Frank Stella was born in Malden, Massachusetts, on May 12, 1936, to first-generation Italian-American parents, as the oldest of their three children.[1] His grandparents on both sides had immigrated to the United States at the turn of the 20th century from Sicily. His father, Frank Sr., was a gynecologist, and his mother Constance (née Santonelli) was a housewife and artist[2] who attended fashion school and later took up landscape painting.[3]

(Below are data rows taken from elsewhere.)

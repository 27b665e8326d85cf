import { EnvironmentError } from '../environment.ts';

/** What to print about a failure: its sentences, without a stack that would say nothing to whoever started a script. */
export function sentenceOf(error: unknown): string {
  if (error instanceof EnvironmentError) return error.sentences.join('\n');
  if (!(error instanceof Error)) return String(error);
  // A failed query says which; its cause says why.
  return error.cause instanceof Error ? `${error.message}\n${error.cause.message}` : error.message;
}
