import * as z from 'zod';

/**
 * What the engine answers for a study. Values in coherent SI.
 *
 * Input ids name every independent source of uncertainty:
 * `point:<operatingPointId>:<key>`, `route:<routeId>` (a stated value), `route:<routeId>:m`, `route:<routeId>:n`,
 * `method:<methodId>` (scatter shared by every route of that method), `route:<routeId>:scatter`,
 * `route:<routeId>:extrapolation`, `test:<testId>:<name>`.
 */

export const verdicts = ['inside', 'near the edge', 'outside', 'not evaluated'] as const;
export type Verdict = (typeof verdicts)[number];

export const budgetLineSchema = z.object({
  inputId: z.string(),
  label: z.string(),
  /** Standard uncertainty of the input. */
  u: z.number(),
  /** Partial derivative of the result with respect to the input, SI over SI. */
  sensitivity: z.number(),
  /** |sensitivity| · u, in the unit of the result. */
  contribution: z.number(),
  /** Share of the variance; the lines and the correlated part sum to one. */
  share: z.number(),
});
export type BudgetLine = z.infer<typeof budgetLineSchema>;

export const measuredResultSchema = z.object({
  value: z.number(),
  u: z.number(),
  /** Welch-Satterthwaite effective degrees of freedom; null where every input's are infinite. */
  degreesOfFreedom: z.number().nullable(),
  /** Largest first. */
  budget: z.array(budgetLineSchema),
  /** Share of the variance that comes from correlation terms; may be negative. */
  correlatedShare: z.number(),
});
export type MeasuredResult = z.infer<typeof measuredResultSchema>;

export const matchCheckSchema = z.object({
  /** Unique within its route, e.g. `match:Re`, `window:Sc`, `geometry:L/d`. */
  key: z.string(),
  kind: z.enum(['match', 'window', 'geometry', 'regime']),
  /** As written: Re, Pr, Sc, Gr/Re², L/d. */
  group: z.string(),
  source: z.number().nullable(),
  target: z.number().nullable(),
  /** target over source. */
  ratio: z.number().nullable(),
  window: z
    .object({ min: z.number().nullable(), max: z.number().nullable(), basis: z.enum(['sourced', 'indicative']) })
    .nullable(),
  verdict: z.enum(verdicts),
  /** A whole sentence with the numbers: what is compared, with what, and how far off. */
  sentence: z.string(),
});
export type MatchCheck = z.infer<typeof matchCheckSchema>;

export const assumptionSchema = z.object({
  key: z.string(),
  statement: z.string(),
  /** What to do when it fails. */
  ifItFails: z.string(),
  backing: z.enum(['checks', 'judgement']),
  checkKeys: z.array(z.string()),
  verdict: z.enum([...verdicts, 'by judgement']),
  /** True where the engineer must write why it holds before submitting. */
  needsJustification: z.boolean(),
});
export type Assumption = z.infer<typeof assumptionSchema>;

export const findingSchema = z.object({
  code: z.string(),
  /** `stops`: no value, or it cannot be submitted. `warns`: needs a justification or an allowance. `tells`: worth knowing. */
  severity: z.enum(['stops', 'warns', 'tells']),
  subject: z.object({ kind: z.enum(['operating-point', 'quantity', 'route', 'test', 'study']), id: z.string() }),
  sentence: z.string(),
});
export type Finding = z.infer<typeof findingSchema>;

export const routeResultSchema = z.object({
  routeId: z.string(),
  quantityId: z.string(),
  /** Null where something stops it; the findings say what. */
  result: measuredResultSchema.nullable(),
  /** Named steps between the inputs and the result, e.g. Nu, Re, Sc, Sh. */
  steps: z.array(
    z.object({ symbol: z.string(), meaning: z.string(), value: z.number(), u: z.number(), unit: z.string() }),
  ),
  checks: z.array(matchCheckSchema),
  assumptions: z.array(assumptionSchema),
});
export type RouteResult = z.infer<typeof routeResultSchema>;

export const pointReadingSchema = z.object({
  key: z.string(),
  value: z.number(),
  u: z.number(),
  /** `entered`, `test`, or the formula it follows from, e.g. `u L / nu`. */
  origin: z.string(),
});

export const studyEvaluationSchema = z.object({
  engineVersion: z.string(),
  /** By quantity id: the adopted route's result; with one route and nothing adopted, that route's; else null. */
  quantities: z.record(
    z.string(),
    z.object({ routeId: z.string().nullable(), result: measuredResultSchema.nullable() }),
  ),
  routes: z.record(z.string(), routeResultSchema),
  points: z.record(z.string(), z.array(pointReadingSchema)),
  tests: z.record(
    z.string(),
    z.object({
      heatTransferCoefficient: measuredResultSchema.nullable(),
      velocity: measuredResultSchema.nullable(),
      /** Square root of the variance from scatter alone and from instruments alone, W/(m² K). */
      typeA: z.number().nullable(),
      typeB: z.number().nullable(),
    }),
  ),
  findings: z.array(findingSchema),
  /** Id and version of each method that a route used. */
  methodVersions: z.record(z.string(), z.number()),
});
export type StudyEvaluation = z.infer<typeof studyEvaluationSchema>;
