import { applyGrants } from '../db/grants.ts';
import { migrateDatabase } from '../db/migrate.ts';
import { createDatabase, type DatabaseServer, openAdmin } from './database.ts';

/** Makes the database when there is none, applies the migrations it lacks and the rights that follow from them. */
export async function prepareDatabase(
  server: Pick<DatabaseServer, 'host' | 'port' | 'socketPath' | 'migrate'>,
  name: string,
): Promise<void> {
  const admin = openAdmin(server);
  try {
    await createDatabase(admin, name);
    await migrateDatabase({ host: server.host, port: server.port, ...server.migrate, database: name });
    await applyGrants(admin, name);
  } finally {
    await admin.end();
  }
}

In his sophomore year of high school at Phillips Academy in Andover, Massachusetts,[4] the abstractionist Patrick Morgan, a teacher at the school, began teaching Stella how to paint. After entering Princeton University to earn a degree in history, Stella took art courses and was introduced to the New York art scene by painter Stephen Greene and art historian William Seitz, professors at the school who brought him to exhibitions in the city. His work was influenced by abstract expressionism.[1] He is heralded by the Birmingham Museum of Art for having created abstract paintings that bear "no pictorial illusions or psychological or metaphysical references in twentieth-century painting".[5]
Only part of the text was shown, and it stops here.